S&P Global Ratings has lowered the City of Los Angeles’ obligation ratings, which is trying to close a budget deficit of nearly a billion dollars.
Friday, the credit rating agency lowered its long-term rating for the general obligations of the city in Aa- de Aa.
He also lowered the Corp Improvement Municipal note. Los Angeles rental income bonds, which are used to buy city equipment such as fire trucks, at a + AA-.
“The demotion reflects the weakened financial situation of the city and an emerging structural imbalance,” wrote S&P Global Ratings, announcing changes.
S&P said it was concerned about the rapid deterioration of the city’s reserve fund, which should remain 5% or more of the general fund.
To fill a gap in the 2024-25 budget, city officials attracted the reserve fund, which fell to 3.22% of the general fund.
S&P said that bond ratings could still decrease if the city did not quickly accept adjustments to the management of its budget.

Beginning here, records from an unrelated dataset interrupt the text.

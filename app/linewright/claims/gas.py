"""Velocities at which features that nothing explains repeat the lines of thin gas.

Interstellar clouds, emission of a star or its surroundings, and absorption in its wind show
few lines, all known beforehand. A velocity is believed when at least two of them stand there
and chance would hardly put them there, or when one alone is far too strong and too well
placed for chance.
"""

from __future__ import annotations

from dataclasses import dataclass

import numpy as np

from ..lines.catalogue import ORIGINS
from ..spectra.medium import C_KM_S
from .coincidence import poisson_binomial_tail
from .features_in import position_error
from .populations import EMITTED, INTERSTELLAR, NEBULAR, OUTFLOW, Component, emitted_rows
from .problem import inside

MOST = 3  # components of a kind
CHANCE = 0.003  # expected chance coincidences that two lines or more must beat
OWN_CHANCE = 0.01  # the same for a star's own gas, whose few lines are the first to be expected
LONE_CHANCE = 0.05  # and one alone; what is left of it is the claim's doubt
CLOUD_SPAN = 250.0  # km/s about the spectrum's zero
NEXT_CLOUD = 60.0  # km/s about a cloud within which a single line may show another
STAR_SPAN = 450.0  # km/s about the star, for its own gas
NARROW = 0.1  # Angstrom: lines with worse positions (diffuse bands) do not vote
SAME = 3.0  # km/s: a cloud this close to the star cannot be told from it
LIST_ERROR = 0.003  # Angstrom
CENTRING = 0.12  # of the width: lines of moving gas differ in shape
FORBIDDEN = 2  # confident forbidden lines that make a nebula
ROUGH = 0.2  # of the width: centroids of fits that did not settle
LIKE_DEPTH, LIKE_WIDTH = 0.7, 1.4  # features as deep and as narrow as the one in question
STRONGEST = ("Ca II", "Na I", "K I")  # species whose single line may show a cloud


@dataclass(frozen=True, eq=False)
class _Marks:
    """Features that may show gas and the lines they may show, as pairs: km/s, its error,
    feature row, catalogue row."""

    v: np.ndarray
    sigma: np.ndarray
    feature: np.ndarray
    row: np.ndarray


def _marks(setting, features, rows, middle: float, span: float, centring: float) -> _Marks:
    f, cat = setting.features, setting.catalogue
    feature, row = (a.ravel() for a in np.meshgrid(features, rows, indexing="ij"))
    v = C_KM_S * (f.wave[feature] / cat.wave[row] - 1.0)
    width = centring * np.nan_to_num(f.fwhm[feature])
    rough = np.array(["fallback" in f.flags[i] for i in features], dtype=bool)
    rough = np.repeat(rough, len(rows)) * ROUGH * np.nan_to_num(f.fwhm[feature])
    sigma = np.sqrt(position_error(f)[feature] ** 2 + LIST_ERROR**2 + width**2 + rough**2)
    sigma = C_KM_S * sigma / f.wave[feature]
    near = np.abs(v - middle) < span
    v, sigma, feature, row = v[near], np.maximum(sigma[near], 0.3), feature[near], row[near]
    return _Marks(v, sigma, feature, row)


def _clusters(marks: _Marks, least: int = 2):
    """(mean km/s, error, members) of velocities shared by several lines, most lines first."""
    free = np.ones(len(marks.v), dtype=bool)
    for _ in range(MOST + 3):
        close = np.abs(marks.v[:, None] - marks.v[None, :])
        close = close < 2.5 * np.hypot(marks.sigma[:, None], marks.sigma[None, :])
        lines = [len(set(marks.row[close[i] & free])) if free[i] else 0 for i in range(len(free))]
        if not lines or max(lines) < least:
            return
        best = int(np.argmax(lines))
        members = np.nonzero(close[best] & free)[0]
        free[members] = False
        weight = 1.0 / marks.sigma[members] ** 2
        mean = float(np.sum(weight * marks.v[members]) / np.sum(weight))
        scatter = float(np.sqrt(np.sum(weight * (marks.v[members] - mean) ** 2) / len(members)))
        error = max(1.0, scatter) / np.sqrt(weight.sum())
        yield mean, float(error), members


def _coincidence(setting, features, marks: _Marks, members, span: float) -> float:
    """Expected number of velocities at which so many lines would be hit by chance.

    Of the lines hit, the strongest two, three and so on are tried: the density of features as
    strong as their weakest, away from all lines of the list, gives each line's chance. (The
    exact tail of the Roll call, times the velocities searched and the numbers tried.)
    """
    f = setting.features
    others = np.abs(f.ew[np.setdiff1d(features, marks.feature)])
    length = float(np.sum(np.diff(setting.coverage, axis=1)))
    strength = np.abs(f.ew[marks.feature[members]])
    rows = np.unique(marks.row[members])
    best = np.sort([strength[marks.row[members] == r].max() for r in rows])[::-1]
    reach = 5.0 * float(np.median(marks.sigma[members]))
    places = setting.catalogue.wave[np.unique(marks.row)]
    chances = []
    for k in range(2, len(rows) + 1):
        dense = (np.sum(others >= LIKE_DEPTH * best[k - 1]) + 1.0) / max(length, 1.0)
        rates = np.clip(dense * places / C_KM_S * reach, 1e-9, 1.0)
        chances.append(poisson_binomial_tail(rates, k))
    return float(min(chances) * len(chances) * 2 * span / reach) if chances else 1.0


def find_clouds(setting, solution, stellar_velocity: float) -> list[Component]:
    """Interstellar clouds among the absorption features that the rest leaves unexplained.

    Two resonance lines at one velocity show a cloud; beside a known cloud the strongest lines
    show another alone, if hardly any other open feature is as deep and narrow. A cloud at the
    star's own velocity cannot be told from it and is left out.
    """
    cat, f = setting.catalogue, setting.features
    rows = np.nonzero((cat.origin == ORIGINS.index("interstellar")) & (cat.wave_err < NARROW))[0]
    unexplained = np.nonzero((solution.unlisted > 0.5) & (f.sign > 0))[0]
    if len(rows) == 0 or len(unexplained) == 0:
        return []
    marks = _marks(setting, unexplained, rows, 0.0, CLOUD_SPAN, 0.0)
    clouds, used = [], []
    for mean, error, members in _clusters(marks):
        members = _backed(setting, marks, members, (rows, mean))
        if len(members) == 0 or not _in_the_open(f, marks, members):
            continue
        chance = _coincidence(setting, unexplained, marks, members, CLOUD_SPAN)
        if chance < CHANCE and abs(mean - stellar_velocity) >= SAME and len(clouds) < MOST:
            clouds.append(Component(INTERSTELLAR, mean, error))
            used += marks.feature[members].tolist()
    if clouds and len(clouds) < MOST:
        clouds += _lone_cloud(setting, marks, used, (clouds, stellar_velocity))
    return clouds


def _backed(setting, marks: _Marks, members, where):
    """The members whose species' stronger lines, where these were searched, are members too: a
    cloud that shows Na I D1 shows D2. where: (interstellar rows, km/s)."""
    cat, (rows, mean) = setting.catalogue, where
    place = cat.wave[rows] * (1.0 + mean / C_KM_S)
    missing = rows[inside(place, setting.coverage) & ~np.isin(rows, marks.row[members])]
    strong = cat.loggf[marks.row[members]]
    stronger = cat.loggf[missing][None, :] > strong[:, None]
    alike = cat.species[missing][None, :] == cat.species[marks.row[members]][:, None]
    return members[~np.any(stronger & alike, axis=1)]


def _in_the_open(f, marks: _Marks, members) -> bool:
    """Whether two lines at least stand outside the wings of stronger ones, with fits that
    settled: inside wings the same bump of two strong lines of one species looks like a cloud."""
    words = [set(f.flags[marks.feature[m]].split()) for m in members]
    open_ = [m for m, w in zip(members, words) if not w & {"wing", "fallback"}]
    return len(np.unique(marks.row[open_])) >= 2


def _lone_cloud(setting, marks: _Marks, used, known) -> list[Component]:
    """Another cloud that a single strong line shows beside a known one, with its certainty.

    known: (clouds, the star's velocity).
    """
    clouds, star = known
    cat = setting.catalogue
    strong = [i for i, name in enumerate(cat.species_names) if name in STRONGEST]
    beside = np.min([np.abs(marks.v - c.velocity) for c in clouds], axis=0)
    own = np.min([np.abs(marks.v - c.velocity) for c in clouds], axis=0) > SAME
    open_ = np.isin(cat.species[marks.row], strong) & ~np.isin(marks.feature, used) & own
    open_ &= (beside < NEXT_CLOUD) & (np.abs(marks.v - star) >= SAME)
    best = None
    for i in np.nonzero(open_)[0]:
        chance = _lone_chance(setting, marks, i, used) * 2 * NEXT_CLOUD * len(clouds)
        if chance < LONE_CHANCE and (best is None or chance < best[0]):
            best = (chance, i)
    if best is None:
        return []
    i = best[1]
    return [Component(INTERSTELLAR, float(marks.v[i]), float(marks.sigma[i]),
                      certainty=float(1.0 - best[0]))]


def _lone_chance(setting, marks: _Marks, i: int, used) -> float:
    """Open features as deep and narrow as this one, per km/s, itself and the clouds' left out."""
    f = setting.features
    mine = marks.feature[i]
    others = np.setdiff1d(np.unique(marks.feature), [*used, mine])
    like = np.abs(f.depth[others]) > LIKE_DEPTH * abs(f.depth[mine])
    like &= f.fwhm[others] / f.wave[others] < LIKE_WIDTH * f.fwhm[mine] / f.wave[mine]
    length = float(np.sum(np.diff(setting.coverage, axis=1)))
    per_angstrom = (np.sum(like) + 1.0) / max(length, 1.0)
    return float(per_angstrom * f.wave[mine] / C_KM_S)


def find_emission(setting, solution, components, star: Component) -> list[Component]:
    """Components with the star's own emission, and absorption of its wind, where shown.

    The nebular component goes where hardly a forbidden line is claimed with confidence: what
    it explained then is the star's. Without a star nothing changes.
    """
    f = setting.features
    nebula = [i for i, c in enumerate(components) if c.population == NEBULAR]
    if not nebula or star.certainty <= 0.5 or _forbidden(setting, solution, nebula[0]):
        return components
    rows = emitted_rows(setting.catalogue)
    claimed = np.bincount(
        solution.feature,
        solution.probability * (solution.problem.entries.component[solution.entry] != nebula[0]),
        len(f),
    )
    bright = np.nonzero((claimed < 0.5) & (f.sign < 0))[0]
    shining = _own_gas(setting, bright, rows, star, EMITTED)
    if not shining:
        return components
    dark = np.nonzero((solution.unlisted > 0.5) & (f.sign > 0))[0]
    wind = [c for c in _own_gas(setting, dark, rows, star, OUTFLOW)
            if abs(c.velocity - star.velocity) > _width(setting)]
    return [c for c in components if c.population != NEBULAR] + shining + wind


def _width(setting) -> float:
    """Median FWHM of the features, km/s."""
    f = setting.features
    known = np.isfinite(f.fwhm) & (f.fwhm > 0)
    return float(C_KM_S * np.median(f.fwhm[known] / f.wave[known])) if np.any(known) else 0.0


def _forbidden(setting, solution, nebula: int) -> bool:
    """Whether the nebular component claims at least FORBIDDEN forbidden lines with confidence."""
    e, cat = solution.problem.entries, setting.catalogue
    sure = (solution.probability > 0.9) & (e.component[solution.entry] == nebula)
    names = cat.species[e.row[solution.entry[sure]]]
    return sum(cat.species_names[i].startswith("[") for i in names) >= FORBIDDEN


def _own_gas(setting, features, rows, star: Component, population: int) -> list[Component]:
    if len(features) == 0 or len(rows) == 0:
        return []
    f = setting.features
    marks = _marks(setting, features, rows, star.velocity, STAR_SPAN, CENTRING)
    found, used = [], []
    for mean, error, members in _clusters(marks):
        chance = _coincidence(setting, features, marks, members, STAR_SPAN)
        if chance < OWN_CHANCE and len(found) < MOST:
            spread = CENTRING * np.median(f.fwhm[marks.feature[members]] / f.wave[marks.feature[members]])
            found.append(Component(population, mean, max(error, float(spread) * C_KM_S)))
            used += marks.feature[members].tolist()
    if population == EMITTED and not found:
        return _lone_emission(setting, marks, star)
    return found


def _lone_emission(setting, marks: _Marks, star: Component) -> list[Component]:
    """A single emission line of the list, where few features shine that brightly."""
    f, best = setting.features, None
    for i in range(len(marks.v)):
        mine = marks.feature[i]
        like = (f.sign < 0) & (np.abs(f.ew) > LIKE_DEPTH * abs(f.ew[mine]))
        length = float(np.sum(np.diff(setting.coverage, axis=1)))
        rate = float(np.sum(like)) / max(length, 1.0) * f.wave[mine] / C_KM_S
        chance = rate * 2 * abs(marks.v[i] - star.velocity) * len(np.unique(marks.row))
        if chance < LONE_CHANCE and (best is None or chance < best[0]):
            best = (chance, i)
    if best is None:
        return []
    i = best[1]
    return [Component(EMITTED, float(marks.v[i]), float(marks.sigma[i]), certainty=1.0 - best[0])]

The declarations of rating of obligations occurred a few days after the mayor Karen Bass described the striking economic situation of the city in his budget proposed for 2025-26, which includes around 1,650 workers in the city.
Bass described possible layoffs as “an absolute last resort decision”, going to Sacramento on Wednesday to seek state money to save jobs.
The lower bond ratings generally result in higher interest rates, which will make the city more expensive to borrow money.
S&P said it also founded its negative prospects on factors such as “increased risk of litigation, limited flexibility to unilaterally reduce staff costs in the context of current labor contracts and slow down economic growth, despite any economic impact and lasting income of forest fires in the County of Los Angeles in January 2025.”
Bass said the measures she took to balance the budget should assume some of the concerns of the rating agency.
“This announcement was unfortunately expected given the slowdown and turbulence of the economy and in the context of decades of ineffections that have been integrated into the way the city works,” she said in a statement. “The protection of the ratings of our obligations is one of the main reasons why I have pressure for fundamental reforms during the 27 months that I was mayor.”
S&P noted that the budget proposed by BAS 2025-2026 “identifies potential structural reforms, which we consider as an important step towards the correction of the budgetary imbalance”.